The input and output schema are defined in the ModelSignature class as follows :

# Input and Output formats
input = json.dumps([{'name': 'text', 'type': 'string'}])
output = json.dumps([{'name': 'text', 'type': 'string'}])
# Load model from spec
signature = ModelSignature.from_dict({'inputs': input, 'outputs': output}) input = json.dumps([{'name': 'text', 'type': 'string'}])
 output = json.dumps([{'name':'text', 'type':'string'}]) 


e) We can set mlflow operations by setting the tracking URI which was “” in this case since its running locally. Its trivial in a platform like Azure to spin up a databricks workspace and get a tracking server spun up automatically so you can persist all artifacts at cloud scale.

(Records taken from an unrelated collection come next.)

def mosaic_vrt_text(paths: list[str], role: str, order: str = "name order") -> str:
    """The VRT text of a mosaic of tiles (absolute source paths, later ones drawn over earlier
    ones). Checks that every tile shares the first tile's CRS, cell size, data type and cell
    edges, and warns once (``MosaicOverlapWarning``) when tiles overlap; ``order`` names the
    order of ``paths`` in that warning."""
    from rasterio.crs import CRS

    infos = [read_tile_info(p, role) for p in paths]
    first = infos[0]
    crs0 = CRS.from_wkt(first.crs_wkt)
    xres, yres = first.transform[0], first.transform[4]
    for info in infos[1:]:
        if info.crs_wkt != first.crs_wkt and CRS.from_wkt(info.crs_wkt) != crs0:
            raise GridError(
                f"{role} tile {info.path} has a different CRS from {first.path}; reproject the tiles "
                "to one CRS or give a VRT you built yourself"
            )
        if not (math.isclose(info.transform[0], xres, rel_tol=1e-9) and math.isclose(info.transform[4], yres, rel_tol=1e-9)):
            raise GridError(
                f"{role} tile {info.path} has cell size {info.transform[0]:g} x {-info.transform[4]:g}, "
                f"not {xres:g} x {-yres:g} as {first.path}; resample the tiles to one cell size"
            )
        if info.dtype != first.dtype:
            raise InputError(
                f"{role} tile {info.path} has data type {info.dtype}, not {first.dtype} as {first.path}; "
                "convert the tiles to one data type"
            )
    left = min(i.transform[2] for i in infos)
    top = max(i.transform[5] for i in infos)
    offsets = []
    for info in infos:
        col = (info.transform[2] - left) / xres
        row = (info.transform[5] - top) / yres
        if abs(col - round(col)) > ALIGN_TOLERANCE_CELLS or abs(row - round(row)) > ALIGN_TOLERANCE_CELLS:
            raise GridError(
                f"{role} tile {info.path} is not aligned with the cell edges of {first.path} (offset "
                f"{col:.4f}, {row:.4f} cells); warp the tiles to a common grid"
            )
        offsets.append((int(round(col)), int(round(row))))
    overlaps = find_overlaps(infos)
    if overlaps is not None:
        warn_overlaps(overlaps, role, order)
    width = max(c + i.width for (c, _), i in zip(offsets, infos))
    height = max(r + i.height for (_, r), i in zip(offsets, infos))
    nodatas = [i.nodata for i in infos]
    common = nodatas[0] if all(_same_nodata(n, nodatas[0]) for n in nodatas) else None
    nodata = common if common is not None else default_nodata(first.dtype)
    sources = []
    for (col, row), info in zip(offsets, infos):
        masked = info.nodata is not None and (len(infos) > 1 or not _same_nodata(info.nodata, nodata))
        sources.append(VrtSource(info.path, False, info.width, info.height, col, row, info.dtype,
                                 info.block, info.nodata if masked else None))
    transform = (xres, 0.0, left, 0.0, yres, top)
    return vrt_xml(first.crs_wkt, transform, width, height, first.dtype, nodata, sources)


def write_mosaic_vrt(spec: str, role: str, dest) -> str:
    """Resolve one raster input: a plain file or VRT is returned as it is; a folder, glob or file
    list becomes the mosaic VRT ``dest`` (rewritten only when its content changes). Returns the
    path to read."""
    kind = mosaic_kind(spec)
    if kind in ("file", "vrt"):
        return str(spec)
    order = "the list's order" if kind == "list" else "name order"
    text = mosaic_vrt_text(expand_tiles(spec, role), role, order)
    dest = Path(dest)
    dest.parent.mkdir(parents=True, exist_ok=True)
    write_text_atomic(dest, text)
    return str(dest)


def vrt_source_files(path) -> list[str]:
    """Source files named by a VRT (absolute, or /vsi paths as written), in file order; nested
    VRTs are followed. A VRT that cannot be parsed is an InputError."""
    path = Path(path)
    try:
        root = ET.parse(path).getroot()
    except (ET.ParseError, OSError) as exc:
        raise InputError(f"VRT {path} cannot be parsed ({exc}); give a valid GDAL VRT file") from None
    out: list[str] = []
    for element in root.iter("SourceFilename"):
        name = (element.text or "").strip()
        if not name:
            continue
        if element.get("relativeToVRT", "0") == "1" and not is_virtual_path(name):
            name = str((path.parent / name).resolve())
        if name not in out:
            out.append(name)
            if name.lower().endswith(".vrt") and not is_virtual_path(name) and Path(name).is_file():
                out.extend(n for n in vrt_source_files(name) if n not in out)
    return out


def write_vrt(dest, crs_wkt: str, transform: tuple, width: int, height: int, dtype: str, nodata,
              sources, description: str = "", tags=(), colormap=None, units: str = "") -> Path:
    """Write a one-band VRT atomically (see ``vrt_xml``)."""
    text = vrt_xml(crs_wkt, transform, width, height, dtype, nodata, sources, description, tags, colormap, units)
    write_text_atomic(dest, text)
    return Path(dest)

Start tracking the runs by wrapping the mlflow.start_run invocation. The key here is to call the model for inference using the mlflow.pyfunc function to make the python code load into mlflow. In this case , the dependencies of the model are all stored directly with the model. Plenty of parameters here that can be tweaked described here.

# Start tracking
with mlflow.start_run(run_name="hf_summarizer") as run:
    print(run.info.run_id)
    runner = run.info.run_id
    print("mlflow models serve -m runs:/" +
          run.info.run_id + "/model --no-conda")
    mlflow.pyfunc.log_model('model', loader_module=None, data_path=None, code_path=None,
                            conda_env=None, python_model=Summarizer(),
                            artifacts=None, registered_model_name=None, signature=signature,
                            input_example=None, await_registration_for=0)


f) Check the runs via mlflow UI either using the “mlflow ui” command or just invoke the commandmlflow models serve -m runs:/<run_id>


g) Thats it – Call the curl command using sample text below:

curl -X POST -H "Content-Type:application/json; format=pandas-split" --data '{"columns":["text"],"data":[["Howard Phillips Lovecraft August 20, 1890 – March 15, 1937) was an American writer of weird and horror fiction, who is known for his creation of what became the Cthulhu Mythos.Born in Providence, Rhode Island, Lovecraft spent most of his life in New England. He was born into affluence, but his familys wealth dissipated soon after the death of his grandfather. In 1913, he wrote a critical letter to a pulp magazine that ultimately led to his involvement in pulp fiction.H.P.Lovecraft wrote his best books in Masachusettes."]]}' http://127.0.0.1:5000/invocations

Output:

"name": "Know that Howard Phillips Lovecraft (H.P.Lovecraft was born in New England."}]%

Running the Text Summarizer and calling it via a text file

For larger text, its more convenient reading the text from a file, formatting it and running the summarizer on it. The predict_text.py does exactly that.


a) Clean up the text in article.txt and load the text into a dictionary.

b) Load the model using pyfunc.load_model and then run the model.predict on the dictionary.

# Load model as a PyFuncModel.
loaded_model = mlflow.pyfunc.load_model(logged_model)


# Predict on a Pandas DataFrame.
summary = loaded_model.predict(pd.DataFrame(dict1, index=[0]))

print(summary['name'][0])

Code here

In summary, this makes for a useful way to track models and outcomes from readily available transformer pipelines to pick the best ones for the task.